• TASK BRIEF: Please copy, exactly as they appear below, the lines from the one containing "axes [-], ≥ 0.</param>" through the one containing "<= NeglectedTorsion ?".

● ● ●

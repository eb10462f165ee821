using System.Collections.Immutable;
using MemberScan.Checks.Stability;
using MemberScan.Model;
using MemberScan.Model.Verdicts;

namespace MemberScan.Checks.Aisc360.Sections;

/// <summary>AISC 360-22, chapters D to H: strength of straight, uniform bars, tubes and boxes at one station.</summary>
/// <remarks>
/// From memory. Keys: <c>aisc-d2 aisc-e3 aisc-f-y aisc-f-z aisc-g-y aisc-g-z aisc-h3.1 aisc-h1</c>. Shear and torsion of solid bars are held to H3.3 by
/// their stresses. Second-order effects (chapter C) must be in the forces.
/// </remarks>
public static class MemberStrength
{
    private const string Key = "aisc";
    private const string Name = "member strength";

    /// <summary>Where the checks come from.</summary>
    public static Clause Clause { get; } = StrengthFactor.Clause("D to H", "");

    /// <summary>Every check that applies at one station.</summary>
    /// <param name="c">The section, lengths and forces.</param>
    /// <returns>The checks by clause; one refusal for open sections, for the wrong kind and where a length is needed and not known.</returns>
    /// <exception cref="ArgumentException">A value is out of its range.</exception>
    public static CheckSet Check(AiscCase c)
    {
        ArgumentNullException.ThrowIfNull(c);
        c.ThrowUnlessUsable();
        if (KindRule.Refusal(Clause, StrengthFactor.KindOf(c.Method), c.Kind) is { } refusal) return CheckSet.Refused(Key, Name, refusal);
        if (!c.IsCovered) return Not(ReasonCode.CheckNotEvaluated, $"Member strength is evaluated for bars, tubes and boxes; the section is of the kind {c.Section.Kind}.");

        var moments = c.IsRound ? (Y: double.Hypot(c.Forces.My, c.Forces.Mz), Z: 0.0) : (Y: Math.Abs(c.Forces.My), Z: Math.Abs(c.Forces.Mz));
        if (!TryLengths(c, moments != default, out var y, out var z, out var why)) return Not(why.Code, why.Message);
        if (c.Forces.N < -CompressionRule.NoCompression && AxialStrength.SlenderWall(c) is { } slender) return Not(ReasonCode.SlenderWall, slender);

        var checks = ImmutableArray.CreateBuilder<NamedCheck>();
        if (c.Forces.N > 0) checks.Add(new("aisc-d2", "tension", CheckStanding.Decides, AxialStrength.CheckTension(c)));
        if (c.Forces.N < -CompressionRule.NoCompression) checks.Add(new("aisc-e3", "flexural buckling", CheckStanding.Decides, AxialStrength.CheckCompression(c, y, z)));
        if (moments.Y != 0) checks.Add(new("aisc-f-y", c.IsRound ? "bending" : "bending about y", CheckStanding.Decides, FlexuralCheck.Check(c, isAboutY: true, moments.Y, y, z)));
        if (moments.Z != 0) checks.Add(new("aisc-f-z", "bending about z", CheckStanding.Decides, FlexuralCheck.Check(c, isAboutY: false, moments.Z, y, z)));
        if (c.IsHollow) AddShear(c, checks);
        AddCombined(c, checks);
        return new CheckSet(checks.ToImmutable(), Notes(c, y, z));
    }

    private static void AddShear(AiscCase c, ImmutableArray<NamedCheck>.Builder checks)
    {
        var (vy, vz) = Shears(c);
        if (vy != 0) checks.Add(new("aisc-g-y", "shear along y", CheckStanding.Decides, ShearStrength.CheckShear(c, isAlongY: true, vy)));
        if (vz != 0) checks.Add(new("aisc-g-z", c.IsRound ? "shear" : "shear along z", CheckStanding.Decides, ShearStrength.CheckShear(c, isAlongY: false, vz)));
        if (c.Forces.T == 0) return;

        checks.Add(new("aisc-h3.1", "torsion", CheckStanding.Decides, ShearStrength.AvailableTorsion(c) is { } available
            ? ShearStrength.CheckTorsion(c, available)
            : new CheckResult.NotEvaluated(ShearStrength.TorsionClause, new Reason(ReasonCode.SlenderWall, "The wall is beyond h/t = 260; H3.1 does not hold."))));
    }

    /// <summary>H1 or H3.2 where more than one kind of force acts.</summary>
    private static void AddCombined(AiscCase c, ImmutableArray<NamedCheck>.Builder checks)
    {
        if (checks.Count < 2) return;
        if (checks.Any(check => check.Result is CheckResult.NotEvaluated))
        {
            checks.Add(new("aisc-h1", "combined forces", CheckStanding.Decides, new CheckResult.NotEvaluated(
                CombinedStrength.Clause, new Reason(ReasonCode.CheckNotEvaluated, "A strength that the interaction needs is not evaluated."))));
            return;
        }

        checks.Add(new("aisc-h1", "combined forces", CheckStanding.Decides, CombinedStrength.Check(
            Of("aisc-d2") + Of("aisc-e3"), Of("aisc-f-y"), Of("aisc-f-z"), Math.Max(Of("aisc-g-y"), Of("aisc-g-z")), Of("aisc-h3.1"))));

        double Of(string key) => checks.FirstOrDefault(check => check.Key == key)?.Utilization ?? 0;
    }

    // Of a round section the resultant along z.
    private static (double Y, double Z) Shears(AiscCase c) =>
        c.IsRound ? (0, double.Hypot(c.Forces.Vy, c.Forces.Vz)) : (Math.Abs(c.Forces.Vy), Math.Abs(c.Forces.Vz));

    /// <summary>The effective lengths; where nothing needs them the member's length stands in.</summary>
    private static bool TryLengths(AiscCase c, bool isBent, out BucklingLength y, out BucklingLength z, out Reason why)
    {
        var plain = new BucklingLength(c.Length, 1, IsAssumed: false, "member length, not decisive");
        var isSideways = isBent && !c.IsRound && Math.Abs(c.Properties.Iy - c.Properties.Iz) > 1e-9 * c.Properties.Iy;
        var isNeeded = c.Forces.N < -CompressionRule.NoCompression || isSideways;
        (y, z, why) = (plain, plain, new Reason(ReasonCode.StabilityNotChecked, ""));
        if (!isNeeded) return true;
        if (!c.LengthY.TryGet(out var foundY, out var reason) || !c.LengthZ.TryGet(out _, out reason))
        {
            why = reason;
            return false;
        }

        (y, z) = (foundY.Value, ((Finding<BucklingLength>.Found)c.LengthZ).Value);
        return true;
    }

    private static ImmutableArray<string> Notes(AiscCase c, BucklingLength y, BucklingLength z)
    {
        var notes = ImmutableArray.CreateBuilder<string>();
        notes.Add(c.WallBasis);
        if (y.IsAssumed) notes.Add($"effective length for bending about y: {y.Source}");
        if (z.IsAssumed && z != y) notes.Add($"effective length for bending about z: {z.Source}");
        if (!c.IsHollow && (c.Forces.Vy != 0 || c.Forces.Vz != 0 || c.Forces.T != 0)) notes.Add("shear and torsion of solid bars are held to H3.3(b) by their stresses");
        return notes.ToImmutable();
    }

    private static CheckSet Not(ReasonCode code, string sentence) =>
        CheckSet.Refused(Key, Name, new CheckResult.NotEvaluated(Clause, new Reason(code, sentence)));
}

● ● ●

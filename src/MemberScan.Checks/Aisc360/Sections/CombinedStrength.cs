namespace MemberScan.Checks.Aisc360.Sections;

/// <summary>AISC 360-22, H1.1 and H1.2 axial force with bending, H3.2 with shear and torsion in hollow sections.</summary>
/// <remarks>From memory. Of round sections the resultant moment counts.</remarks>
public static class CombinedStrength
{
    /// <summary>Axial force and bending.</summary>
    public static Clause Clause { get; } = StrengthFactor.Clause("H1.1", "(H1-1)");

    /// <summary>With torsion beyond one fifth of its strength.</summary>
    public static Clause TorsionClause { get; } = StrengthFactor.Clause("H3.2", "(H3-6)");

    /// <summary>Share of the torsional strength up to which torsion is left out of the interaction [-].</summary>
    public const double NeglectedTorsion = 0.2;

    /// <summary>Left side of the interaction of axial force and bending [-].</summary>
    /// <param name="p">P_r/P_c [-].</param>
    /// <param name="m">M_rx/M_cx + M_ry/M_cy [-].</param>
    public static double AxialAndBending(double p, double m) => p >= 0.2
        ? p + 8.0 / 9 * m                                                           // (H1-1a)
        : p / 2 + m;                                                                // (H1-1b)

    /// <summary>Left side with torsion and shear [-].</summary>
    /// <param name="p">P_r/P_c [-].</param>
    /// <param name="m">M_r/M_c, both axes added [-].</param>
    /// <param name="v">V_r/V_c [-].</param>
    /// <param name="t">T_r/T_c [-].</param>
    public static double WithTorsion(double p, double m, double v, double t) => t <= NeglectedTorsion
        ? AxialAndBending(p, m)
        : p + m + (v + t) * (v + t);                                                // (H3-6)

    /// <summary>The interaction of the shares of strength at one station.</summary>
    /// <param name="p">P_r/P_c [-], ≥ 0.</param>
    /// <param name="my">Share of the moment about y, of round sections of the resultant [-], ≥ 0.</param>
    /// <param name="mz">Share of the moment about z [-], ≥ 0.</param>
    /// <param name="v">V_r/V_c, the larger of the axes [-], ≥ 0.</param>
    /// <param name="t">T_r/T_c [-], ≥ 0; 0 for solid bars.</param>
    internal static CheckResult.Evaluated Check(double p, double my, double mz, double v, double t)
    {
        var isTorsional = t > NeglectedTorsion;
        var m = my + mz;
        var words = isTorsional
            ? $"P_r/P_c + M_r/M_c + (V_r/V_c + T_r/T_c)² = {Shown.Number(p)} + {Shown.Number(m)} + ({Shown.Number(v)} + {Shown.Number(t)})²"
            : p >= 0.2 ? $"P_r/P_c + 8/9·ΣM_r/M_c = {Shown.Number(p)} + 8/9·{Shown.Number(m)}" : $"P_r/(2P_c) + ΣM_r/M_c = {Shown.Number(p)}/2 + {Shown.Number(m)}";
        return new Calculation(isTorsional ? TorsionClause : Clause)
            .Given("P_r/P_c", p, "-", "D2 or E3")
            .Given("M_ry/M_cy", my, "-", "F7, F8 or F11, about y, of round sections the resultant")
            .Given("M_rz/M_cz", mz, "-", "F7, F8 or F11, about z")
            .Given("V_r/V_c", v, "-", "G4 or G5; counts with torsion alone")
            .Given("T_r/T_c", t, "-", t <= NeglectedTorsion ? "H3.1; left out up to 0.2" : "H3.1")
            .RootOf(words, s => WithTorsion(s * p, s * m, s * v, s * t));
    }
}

● ● ●

• THE COMPLETED TASK:
    /// <param name="v">V_r/V_c, the larger of the axes [-], ≥ 0.</param>
    /// <param name="t">T_r/T_c [-], ≥ 0; 0 for solid bars.</param>
    internal static CheckResult.Evaluated Check(double p, double my, double mz, double v, double t)
    {
        var isTorsional = t > NeglectedTorsion;
        var m = my + mz;
        var words = isTorsional
            ? $"P_r/P_c + M_r/M_c + (V_r/V_c + T_r/T_c)² = {Shown.Number(p)} + {Shown.Number(m)} + ({Shown.Number(v)} + {Shown.Number(t)})²"
            : p >= 0.2 ? $"P_r/P_c + 8/9·ΣM_r/M_c = {Shown.Number(p)} + 8/9·{Shown.Number(m)}" : $"P_r/(2P_c) + ΣM_r/M_c = {Shown.Number(p)}/2 + {Shown.Number(m)}";
        return new Calculation(isTorsional ? TorsionClause : Clause)
            .Given("P_r/P_c", p, "-", "D2 or E3")
            .Given("M_ry/M_cy", my, "-", "F7, F8 or F11, about y, of round sections the resultant")
            .Given("M_rz/M_cz", mz, "-", "F7, F8 or F11, about z")
            .Given("V_r/V_c", v, "-", "G4 or G5; counts with torsion alone")
            .Given("T_r/T_c", t, "-", t <= NeglectedTorsion ? "H3.1; left out up to 0.2" : "H3.1")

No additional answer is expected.